Nigeria records positive current account balance of N823 billion
Nigeria recorded a positive current account balance of $2.72 (N823 billion) million in 2016, showing a sign of recovering from a deficit of $15.43 million in 2015.
The Organisation of the Petroleum Exporting Countries (OPEC), which made the disclosure in its 2017 Annual Statistics released recently, showed that OPEC countries recorded a collective current account deficit of $43.740 million during the period under review.
Current account deficit is a measurement of a country’s trade in which the value of goods and services it imports exceeds the value of goods and services it exports.
The current account also includes net income, such as interest and dividends, as well as transfers, such as foreign aid, though these components tend to make up a smaller percentage of the current account than exports and imports. The current account is a calculation of a country’s foreign transactions, and along with the capital account is a component of a country’s balance of payment.
The cartel had recorded positive current account balance of $511.49 million in 2012; $431.43 million in 2013; and $252.76 million in 2014, but dropped to $98.701 million at the unset of crude oil prices recovering in 2015.

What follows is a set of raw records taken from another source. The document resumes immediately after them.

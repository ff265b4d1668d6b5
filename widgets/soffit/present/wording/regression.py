"""Sentences about the factor regressions and the joint test."""

from __future__ import annotations

import numpy as np

from soffit.estimate.statistic import NotApplicable
from soffit.present.spec import Finding, NumberForm
from soffit.present.wording.numbers import join_names, plural, show
from soffit.study import FactorRegression, JointTest

__all__ = ["joint_finding", "regression_finding"]


def regression_finding(regression: FactorRegression) -> Finding:
    """Say how much the factors explain and which alphas stand out on their own."""
    table = regression.table
    size = 1.0 - regression.level
    ranked = table.loc[table["p"] < size, "t"].abs().sort_values(ascending=False)
    kept = [str(name) for name in ranked.index]
    explained = show(float(np.nanmean(table["r2"])), NumberForm.SHARE)
    typical = show(float(table["alpha"].abs().mean()), NumberForm.PERCENT)
    head = f"The factors explain {explained} of variance on average and leave a mean |alpha| of {typical} a year."
    share = f"{plural(len(kept), 'alpha')} of {len(table):,}"
    verb = "differs" if len(kept) == 1 else "differ"
    names = f" ({join_names(kept)})" if kept else ""
    at = show(size, NumberForm.SHARE)
    tail = f"{share[0].upper()}{share[1:]} {verb} from zero at {at} one at a time{names}."
    return Finding(f"{head} {tail}")


def joint_finding(test: JointTest) -> Finding:
    """Say whether the alphas are jointly zero, and what they add to the factors' Sharpe ratio."""
    grs, combined = test.grs, test.combined_sharpe
    if isinstance(grs, NotApplicable) or isinstance(combined, NotApplicable):
        reason = grs.reason if isinstance(grs, NotApplicable) else ""
        return Finding(f"The GRS test does not exist for this sample: {reason}.")
    size = 1.0 - test.regression.level
    verdict = "are not jointly zero" if grs.pvalue < size else "could jointly be zero"
    pvalue = f"p = {show(grs.pvalue, NumberForm.PVALUE)}".replace("= <", "< ")
    left = (
        f" {join_names(test.left_out)} is left out for its short history." if len(test.left_out) == 1 else ""
    )
    if len(test.left_out) > 1:
        left = f" {join_names(test.left_out)} are left out for their short histories."
    return Finding(
        f"At {show(size, NumberForm.SHARE)} the alphas {verdict}: GRS = {show(grs.value, NumberForm.STATISTIC)}, "
        f"{grs.distribution.label}, {pvalue}. In sample the factors earn a Sharpe ratio of "
        f"{show(test.factors_sharpe, NumberForm.RATIO)} a year and factors and assets together "
        f"{show(combined, NumberForm.RATIO)}.{left}"
    )
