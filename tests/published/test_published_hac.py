"""Newey-West errors, lag rules and bandwidths against published output."""

from __future__ import annotations

import numpy as np
import pytest
import statsmodels.api as sm

from soffit.estimate.hac import (
    Kernel,
    andrews_bandwidth,
    newey_west_bandwidth,
    newey_west_lags,
    rule_of_thumb_lags,
    stock_watson_lags,
)
from soffit.estimate.regression import ErrorChoice, LeastSquares, least_squares
from soffit.settings import ErrorType, LagRule

# Greene (1993), investment data: US national accounts 1964-1982, real, as distributed with R"s sandwich.
INVESTMENT = np.array(
    [
        [133.84636526041, 876.322660436993, 2.01518766568997],
        [152.635825712749, 929.397525551372, 1.85503366772021],
        [163.757165190203, 984.887962480459, 1.27245831091986],
        [155.325069567417, 1011.38375917025, 1.19364773319437],
        [161.497455779016, 1058.15362248607, 0.758279787503155],
        [172.024426777279, 1087.68291277797, 0.720981342379455],
        [157.681793329688, 1085.51120831055, 0.580717824634178],
        [173.315279658369, 1122.3830850953, -0.106331328594858],
        [195.0, 1185.9, 0.344182897614827],
        [217.304964539007, 1254.27895981087, 0.68999999999999],
        [198.731317344456, 1246.26346889121, -0.992695035460986],
        [163.844502742666, 1231.57643691867, -3.05656934306569],
        [194.87683240139, 1298.17137675684, 0.292908816281112],
        [231.417350946091, 1369.72509817922, -0.365902977180004],
        [257.013694987369, 1438.57199840447, 0.0555016065690905],
        [258.842246970995, 1479.50067311223, 1.63753224305278],
        [225.255016253783, 1475.00280237642, 2.59119691592217],
        [243.363738854156, 1513.83622014964, 4.0488532675709],
        [200.357695282289, 1485.40216550657, 5.00380649789895],
    ]
)


def hac(y: np.ndarray, x: np.ndarray, lags: int, *, small_sample: bool) -> LeastSquares:
    choice = ErrorChoice(ErrorType.HAC, LagRule.FIXED, lags, small_sample=small_sample)
    return least_squares(y[:, None], x, choice=choice)


@pytest.fixture(scope="module")
def macro() -> tuple[np.ndarray, np.ndarray]:
    """Quarterly growth of real investment on growth of real GDP and the lagged real interest rate."""
    d = sm.datasets.macrodata.load_pandas().data
    growth = 400 * np.diff(np.log(d[["realinv", "realgdp"]].to_numpy()), axis=0)
    return growth[:, 0], np.column_stack([growth[:, 1], d["realint"].to_numpy()[:-1]])


def test_stata_newey_on_macro_data(macro) -> None:
    # Stata: newey g_realinv g_realgdp L.realint, lag(4), as carried in statsmodels" test suite.
    y, x = macro
    fit = hac(y, x, 4, small_sample=True)
    np.testing.assert_allclose(
        fit.coefficients[0], [-9.4816727746549, 4.3742216647032, -0.61399696947899], rtol=1e-9
    )
    np.testing.assert_allclose(
        fit.errors[0], [1.1859338087713, 0.33125644884286, 0.29582347593197], rtol=1e-9
    )
    plain = hac(y, x, 4, small_sample=False)
    np.testing.assert_allclose(plain.errors[0], [1.17709443, 0.32878742, 0.29361855], rtol=1e-7)


def test_stata_robust_on_macro_data(macro) -> None:
    # Stata: regress ..., vce(robust), as carried in statsmodels" test suite.
    y, x = macro
    fit = least_squares(y[:, None], x, choice=ErrorChoice(ErrorType.HC1))
    np.testing.assert_allclose(
        fit.errors[0], [1.3690593206013, 0.32355452428856, 0.32772840315987], rtol=1e-9
    )
    assert fit.r2[0] == pytest.approx(0.6769775594319385, rel=1e-9)
    assert fit.sigma[0] == pytest.approx(10.7037959322668, rel=1e-9)


def test_newey_west_on_the_investment_equation() -> None:
    # Zeileis (2004), J. Statistical Software 11(10), section 5.2: -12.5336 (18.9583), 0.1691 (0.0168),
    # -1.0014 (3.3424); further digits from R sandwich 3.0-2.
    fit = hac(INVESTMENT[:, 0], INVESTMENT[:, 1:], 4, small_sample=False)
    np.testing.assert_allclose(fit.coefficients[0], [-12.5336005909, 0.1691364542, -1.0014380134], rtol=1e-8)
    np.testing.assert_allclose(fit.errors[0], [18.9582981318, 0.01675078586, 3.34237535268], rtol=1e-8)
    adjusted = hac(INVESTMENT[:, 0], INVESTMENT[:, 1:], 3, small_sample=True)
    np.testing.assert_allclose(adjusted.errors[0], [22.66538343754, 0.02067849249, 3.66414166373], rtol=1e-8)


def test_automatic_bandwidths_on_the_investment_equation() -> None:
    # R sandwich 3.0-2: bwNeweyWest and bwAndrews with prewhite = FALSE.
    fit = least_squares(INVESTMENT[:, :1], INVESTMENT[:, 1:])
    moments = INVESTMENT[:, 1:] * fit.residuals
    assert newey_west_bandwidth(moments) == pytest.approx(1.4203054138, rel=1e-6)
    assert newey_west_lags(LagRule.AUTOMATIC, 19, moments=moments) == 1
    assert andrews_bandwidth(moments, Kernel.BARTLETT) == pytest.approx(2.2754953721, rel=1e-6)
    assert andrews_bandwidth(moments, Kernel.PARZEN) == pytest.approx(5.1203258458, rel=1e-6)
    assert andrews_bandwidth(moments, Kernel.QUADRATIC_SPECTRAL) == pytest.approx(2.5436171942, rel=1e-6)


def test_lag_rules() -> None:
    # Newey and West (1994), floor(4 (T/100)^(2/9)); Stock and Watson, 0.75 T^(1/3).
    samples = (60, 120, 240, 342, 600, 819)
    assert [rule_of_thumb_lags(T) for T in samples] == [3, 4, 4, 5, 5, 6]
    assert [stock_watson_lags(T) for T in samples] == [2, 3, 4, 5, 6, 7]


@pytest.mark.parametrize(
    ("asset", "factors", "span", "lags", "hc1", "nw", "nw_adjusted"),
    [
        (
            "NoDur",
            ("MktRF",),
            ("1949-01", "2017-03"),
            6,
            [0.00080407364210603, 0.024935489345716],
            [0.00100454321179, 0.036981795448662],
            [0.0010057720112852, 0.037027033135848],
        ),
        (
            "Enrgy",
            ("MktRF", "SMB", "HML"),
            ("1949-01", "2017-03"),
            6,
            [0.0013422654839303, 0.036552564917638, 0.055528615760423, 0.065038471571469],
            [0.0013544246379754, 0.03977167149966, 0.06365799917374, 0.087828228874046],
            [0.0013577443111853, 0.039869151232888, 0.063814023915554, 0.08804349446379],
        ),
        (
            "S1V1",
            ("MktRF", "SMB", "HML"),
            ("1963-07", "1991-12"),
            4,
            [0.0010796213209157, 0.025986955692375, 0.044744961376069, 0.05094017783835],
            [0.0011407065488411, 0.02481220525745, 0.051054259590596, 0.057538343727559],
            [0.0011474364393769, 0.024958591219295, 0.051355467275239, 0.057877805927801],
        ),
    ],
)
def test_french_portfolios_equal_r(asset, factors, span, lags, hc1, nw, nw_adjusted) -> None:
    # R 4.2.2 lm with sandwich 3.0-2: vcovHC and NeweyWest(prewhite = FALSE, adjust = FALSE and TRUE).
    from linearmodels.datasets import french

    data = french.load().set_index("dates").loc[span[0] : span[1]]
    y, x = (data[asset] - data["RF"]).to_numpy(), data[list(factors)].to_numpy()
    np.testing.assert_allclose(hac(y, x, lags, small_sample=False).errors[0], nw, rtol=1e-9)
    np.testing.assert_allclose(hac(y, x, lags, small_sample=True).errors[0], nw_adjusted, rtol=1e-9)
    robust = least_squares(y[:, None], x, choice=ErrorChoice(ErrorType.HC1))
    np.testing.assert_allclose(robust.errors[0], hc1, rtol=1e-9)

Nigeria on the other hand, recorded positive current account balance of $17.56 million in 2012; $19.205 million in 2013; and $907,000 in 2014 before recording the highest deficit of $15.43 in 2015.
Also, oil producing wells in Nigeria dropped by 279 from 1,947 in 2015 to 1,668 in 2016. Nigeria’s producing wells were 2,101 in 2014 before the decline in crude oil prices, which brought down investment in exploration activities.

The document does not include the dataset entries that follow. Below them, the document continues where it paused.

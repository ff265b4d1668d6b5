"""Sentences about the alphas that may be used under a ceiling."""

from __future__ import annotations

import numpy as np

from soffit.estimate.statistic import NotApplicable
from soffit.present.spec import Finding, NumberForm
from soffit.present.wording.numbers import show, show_range
from soffit.study import AlphaUnderCeiling

__all__ = ["alpha_under_ceiling_finding", "odds_phrase"]


def alpha_under_ceiling_finding(result: AlphaUnderCeiling) -> Finding:
    """Say which alpha may be used at this ceiling, how much it was shrunk, and what the data say of zero alphas."""
    at = f"At a Sharpe ceiling of {show(result.ceiling, NumberForm.RATIO)} a year"
    if isinstance(result.weight, NotApplicable):
        return Finding(
            f"{at} no alpha may be used: the factors alone already earn "
            f"{show(result.joint.factors_sharpe, NumberForm.RATIO)} in sample."
        )
    if result.weight == 0.0:
        return Finding(
            f"{at} no alpha may be used: that is what the factors alone earn, and it leaves no room above them."
        )
    table, percent = result.table, NumberForm.PERCENT
    largest = str(table["shrunk"].abs().idxmax())
    row = table.loc[largest]
    level = show(result.level, NumberForm.SHARE)
    before, after = (float(table[name].abs().mean()) for name in ("alpha", "shrunk"))
    sentences = [
        f"{at}, {show(result.weight, NumberForm.SHARE)} of each estimated alpha may be used: the mean |alpha| of "
        f"{len(table):,} shrinks from {show(before, percent)} to {show(after, percent)} a year.",
        f"The largest left is {largest}'s, {show(row['shrunk'], percent)} instead of {show(row['alpha'], percent)} "
        f"({level}: {show_range(row['shrunk_low'], row['shrunk_high'], percent)}).",
        *_odds(result),
    ]
    return Finding(" ".join(sentences))


def odds_phrase(log_factor: float) -> str:
    """Write a Bayes factor as odds: ``2.5 to 1 for zero alphas``, ``40 to 1 against them``."""
    side = "for zero alphas" if log_factor >= 0 else "against zero alphas"
    size = abs(log_factor)
    # Beyond a million to one the figure says nothing more, and it would soon not be a number.
    odds = float(np.exp(min(size, np.log(2e6))))
    if odds > 1e6:
        return f"more than 1,000,000 to 1 {side}"
    if odds < 1.005:
        return "even odds"
    form = NumberForm.RATIO if odds < 10 else NumberForm.COUNT
    return f"{show(odds, form)} to 1 {side}"


def _odds(result: AlphaUnderCeiling) -> list[str]:
    factor = result.log_bayes_factors(result.ceiling)
    if isinstance(factor, NotApplicable):
        return [f"No odds on zero alphas: {factor.reason}."]
    return [f"From even odds, the data give {odds_phrase(float(factor))} at this ceiling."]
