"""The only place where a number becomes text: screen and memo show the same string."""

from __future__ import annotations

import math
from collections.abc import Iterable
from typing import Any

import pandas as pd

from soffit.present.spec import NumberForm

__all__ = ["DASH", "MINUS", "join_names", "plural", "show", "show_range"]

DASH = "–"
MINUS = "−"

_PLAIN = {
    NumberForm.RATIO: ".2f",
    NumberForm.STATISTIC: ".3f",
    NumberForm.COUNT: ",.0f",
    NumberForm.MONEY: ",.0f",
}


def show(value: Any, form: NumberForm) -> str:
    """Write one value in the trade's format.

    Parameters
    ----------
    value : float, int, str, date, bool or None
        The value, in the unit that the form expects (rates as decimals).
    form : NumberForm
        How this kind of number is written.

    Returns
    -------
    str
        The text; a dash for a value that does not exist. Negative numbers carry a true minus sign.
    """
    if isinstance(value, bool):
        return "yes" if value else "no"
    if value is None or value is pd.NaT or (isinstance(value, float) and math.isnan(value)):
        return DASH
    if form is NumberForm.TEXT or isinstance(value, str):
        return str(value)
    if form is NumberForm.DATE:
        return _month(value)
    return _number(float(value), form)


def _number(number: float, form: NumberForm) -> str:
    if math.isinf(number):
        return "no limit" if number > 0 else f"{MINUS}no limit"
    if form is NumberForm.PVALUE:
        return _pvalue(number)
    if form is NumberForm.PERCENT:
        text = f"{100 * number:.2f}%"
    elif form is NumberForm.SHARE:
        text = f"{100 * number:.0f}%"
    elif form is NumberForm.BASIS_POINTS:
        text = f"{10_000 * number:.1f} bp"
    else:
        text = format(number, _PLAIN[form])
    return _true_minus(text)


def _true_minus(text: str) -> str:
    if not text.startswith("-"):
        return text
    bare = text[1:]
    if not any(digit in bare for digit in "123456789"):
        return bare  # no negative zero
    return MINUS + bare


def _pvalue(number: float) -> str:
    if number < 0.0001:
        return "<0.0001"
    if number < 0.01:
        return f"{number:.4f}"
    return f"{number:.3f}"


def _month(value: Any) -> str:
    return f"{pd.Timestamp(value):%Y-%m}"


def show_range(low: Any, high: Any, form: NumberForm) -> str:
    """Write an interval: ``0.41 to 1.20``."""
    return f"{show(low, form)} to {show(high, form)}"


def plural(count: int, noun: str, many: str = "") -> str:
    """Write a count with its noun: ``1 alpha``, ``3 alphas``, ``no alphas``."""
    words = many or noun + "s"
    if count == 1:
        return f"1 {noun}"
    return f"{count:,} {words}" if count else f"no {words}"


def join_names(names: Iterable[str], *, most: int = 4) -> str:
    """Join names for a sentence, saying how many are left out beyond `most`."""
    listed = list(names)
    shown = listed[:most]
    rest = len(listed) - len(shown)
    if rest:
        return ", ".join(shown) + f" and {rest:,} more"
    if len(shown) < 2:
        return "".join(shown)
    return ", ".join(shown[:-1]) + " and " + shown[-1]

According to OPEC, total world proven crude oil reserves stood at 1,492 billion at the end of 2016, increasing slightly by 0.3 per cent from the previous year’s level of 1,488 billion.
OPEC disclosed that the largest additions came from Iraq, Venezuela and Norway. “Total OPEC members’ proven crude oil reserves increased 0.5 per cent to 1,217billion at the end of 2016, with a share of 81.5 per cent of total world crude oil reserves. In 2016, proven natural gas reserves increased by 0.4 per cent to approximately 200.5 trillion standard cubic metres. This increase in natural gas reserves came on the back of new discoveries in the Middle East and Africa, almost solely relating to OPEC members.
Total exports of crude oil of OPEC member countries stood at 25.01million barrels per day (bpd) in 2016 from 23.49m bpd in 2015.This increase, OPEC noted represents a 6.5 per cent growth on a year-on-year basis. As in previous years, the bulk of crude oil from OPEC members was exported to the Asia and Pacific region, 15.72m bpd or 62.9 per cent.
It noted that significant volumes of crude oil were also exported to North America, which increased its imports from OPEC members from 2.81m bpd in 2015 to 3.29m bpd in 2016. Europe imported 4.21m bpd of crude oil from OPEC members, 2.5 per cent less as compared to 2015 volumes.
OPEC members’ exports of petroleum products averaged 5.29m bpd during 2016, up by 0.90m b/d or 20.5 per cent compared to 2015. On the other hand, members’ imports of petroleum products stood at 2.06m bpd in 2016, roughly 0.15m bpd, or 6.7 per cent lower than in 2015.
The Minister of State for Petroleum Resources, Ibe Kachikwu, assured that pipeline vandalism arising from militant activities in the Niger Delta has reduced drastically in the last few months.
A statement by the Director of Press in the Ministry of Petroleum Resources, Idang Alibi, said the near zero rupturing of pipelines in the oil rich region was mainly due to the consultations and ongoing discussions with Niger Delta stakeholders.According to the statement, pursuing peace, security and stability in the Niger Delta was an integral aspect of the implementation of the ministry’s target for the year.
Kachikwu had announced in 2016 that the government was working hard on no vandalism of oil pipelines in 2017, while efforts are ongoing to substantially reduce youth restiveness in the Niger Delta.